El usuario más grande sigue siendo Japón, en donde se comenzó a cultivar las plantas de Stevia en 1954. En 1987 se cultivaron 1700 toneladas métricas de hojas de Stevia que rindieron un estimado de 190 toneladas de extracto steviósido. Para 1988, los extractos de Stevia han capturado 41 por ciento del mercado de edulcorantes de alta potencia en Japón. 
En el mercado, el kilo de hojas secas cuesta tres dólares. 

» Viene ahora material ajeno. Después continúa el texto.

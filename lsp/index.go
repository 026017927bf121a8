package lsp

import (
	"slices"
	"strings"

	"nodal/circuit"
	"nodal/grammar"
)

// index is what one file declares and uses, read from its syntax tree:
// the names the navigation features look up. Offsets are bytes.
type index struct {
	file     string
	src      []byte
	blocks   []blockDef
	parts    []partRef
	nets     []netRef
	includes []includeRef
}

type span struct{ from, to int }

func (s span) has(off int) bool { return off >= s.from && off <= s.to }

type blockDef struct {
	name   string
	at     span // the name
	header span // the header line, up to its "{"
	body   span // from the header to the closing "}" (or the file's end)
	params []string
}

type partRef struct {
	kind     string
	name     string
	kindAt   span
	at       span // the name
	stmt     span
	block    int // the enclosing block, -1 at the top level
	instance bool
}

type netRef struct {
	name  string
	at    span
	block int
}

type includeRef struct {
	path string // as written, without quotes
	at   span   // the quoted string
}

// netName is a net's name without the quotes it may be written in.
func netName(n *grammar.Name) string { return strings.Trim(n.Text, `"`) }

func nameSpan(n *grammar.Name) span {
	return span{int(n.Start()), int(n.End())}
}

// newIndex parses src and indexes it.
func newIndex(file string, src []byte) *index {
	f := grammar.Parse(file, src)
	ix := &index{file: file, src: src}
	cur := -1
	for _, st := range f.Stmts {
		switch {
		case st.Block != nil:
			b := st.Block
			def := blockDef{name: b.Name.Text, at: nameSpan(b.Name),
				header: span{int(st.Start()), int(st.End())}, body: span{int(st.Start()), len(src)}}
			for _, p := range b.Params {
				def.params = append(def.params, p.Name.Text)
			}
			ix.blocks = append(ix.blocks, def)
			cur = len(ix.blocks) - 1
			for _, p := range b.Pins {
				ix.nets = append(ix.nets, netRef{netName(p), nameSpan(p), cur})
			}
		case st.Close != nil:
			if cur >= 0 {
				ix.blocks[cur].body.to = int(st.End())
			}
			cur = -1
		case st.Part != nil:
			p := st.Part
			ix.parts = append(ix.parts, partRef{kind: p.Kind.Text, name: p.Name.Text,
				kindAt: nameSpan(p.Kind), at: nameSpan(p.Name), stmt: span{int(st.Start()), int(st.End())},
				block: cur, instance: !slices.Contains(circuit.KindWords, p.Kind.Text)})
			for _, pin := range p.Pins {
				ix.nets = append(ix.nets, netRef{netName(pin.Net), nameSpan(pin.Net), cur})
			}
		case st.Port != nil:
			for _, n := range st.Port.Nets {
				ix.nets = append(ix.nets, netRef{netName(n), nameSpan(n), cur})
			}
		case st.Ground != nil:
			ix.nets = append(ix.nets, netRef{netName(st.Ground.Net), nameSpan(st.Ground.Net), cur})
		case st.Include != nil && st.Include.Path != nil:
			s := st.Include.Path
			ix.includes = append(ix.includes, includeRef{strings.Trim(s.Text, `"`), span{int(s.Start()), int(s.End())}})
		}
	}
	return ix
}

// block returns the block named name, or nil.
func (ix *index) block(name string) *blockDef {
	for i := range ix.blocks {
		if ix.blocks[i].name == name {
			return &ix.blocks[i]
		}
	}
	return nil
}

// netNames returns the net names used in the file, each once, in order of
// first use.
func (ix *index) netNames() []string {
	var out []string
	seen := map[string]bool{}
	for _, n := range ix.nets {
		if !seen[n.name] {
			seen[n.name] = true
			out = append(out, n.name)
		}
	}
	return out
}

// at says what is at byte offset off.
type at struct {
	part    *partRef // a part's or instance's name
	kind    *partRef // a part's kind word, or an instance's block name
	net     *netRef
	block   *blockDef // a block definition's name
	include *includeRef
}

func (ix *index) at(off int) at {
	for i := range ix.parts {
		p := &ix.parts[i]
		if p.at.has(off) {
			return at{part: p}
		}
		if p.kindAt.has(off) {
			return at{kind: p}
		}
	}
	for i := range ix.nets {
		if ix.nets[i].at.has(off) {
			return at{net: &ix.nets[i]}
		}
	}
	for i := range ix.blocks {
		if ix.blocks[i].at.has(off) {
			return at{block: &ix.blocks[i]}
		}
	}
	for i := range ix.includes {
		if ix.includes[i].at.has(off) {
			return at{include: &ix.includes[i]}
		}
	}
	return at{}
}
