package lsp

import (
	"bytes"
	"context"
	"unicode/utf8"

	"go.lsp.dev/protocol"

	"nodal/format"
)

// Formatting lays the document out as "nodal fmt" does, as one edit that
// replaces the whole text (none when it is already formatted).
func (s *Server) Formatting(ctx context.Context, p *protocol.DocumentFormattingParams) (_ []protocol.TextEdit, err error) {
	defer guard(&err)
	_, t := s.doc(p.TextDocument.URI)
	if t == nil {
		return nil, nil
	}
	out := format.Source(t.src)
	if bytes.Equal(out, t.src) || !utf8.Valid(t.src) {
		// A text that is not UTF-8 cannot travel back to the editor
		// unchanged; it is left as it is.
		return []protocol.TextEdit{}, nil
	}
	return []protocol.TextEdit{{Range: t.rangeOf(0, len(t.src)), NewText: string(out)}}, nil
}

Los principales productores son China y Paraguay; la planta es originaria de este último país. En Sudamérica se procesa en Brasil, Paraguay, Colombia y Argentina.  *
Proceso de Sembrado y Cosecha.* *Topografía.*  Deben ser suelos planos con pendientes no mayores del 8%, preferiblemente que permitan la mecanización  *Tipo de Suelos.*  Los suelos deben tener buen drenaje, ser fértiles, y con buen contenido de materia orgánica.  La Stevia tolera la acidez, lo ideal es un (p H entre 5.5 a 6.5) que corresponden a texturas franco arenosas; se deben evitar los suelos arcillosos.  *Descripción Botánica.*  Es una planta herbácea, de tallo erecto de raíz pivotante y alcanza 60 centímetros de altura aproximadamente; las hojas son simples opuestas, en su estado juvenil, y, alternas como manifestación de la floración.  *Fisiología.*  La Stevia es una planta de reproducción asexual por fecundación cruzada (alógama).  Es una planta de raíz perenne pero de sistema aéreo transitorio por lo cual puede considerarse un cultivo perenne, siempre y cuando se hagan las prácticas adecuadas para mantener el sistema radicular y lograr de esta forma un rebrote luego de cada cosecha.  La Stevia es una especie vegetal de foto-período corto y su producción depende de la cantidad de luz día que reciba.  *Reproducción.* La reproducción por semilla no es recomendada por la gran variabilidad fenotípica, lo cual se traduce en una menor calidad de hoja.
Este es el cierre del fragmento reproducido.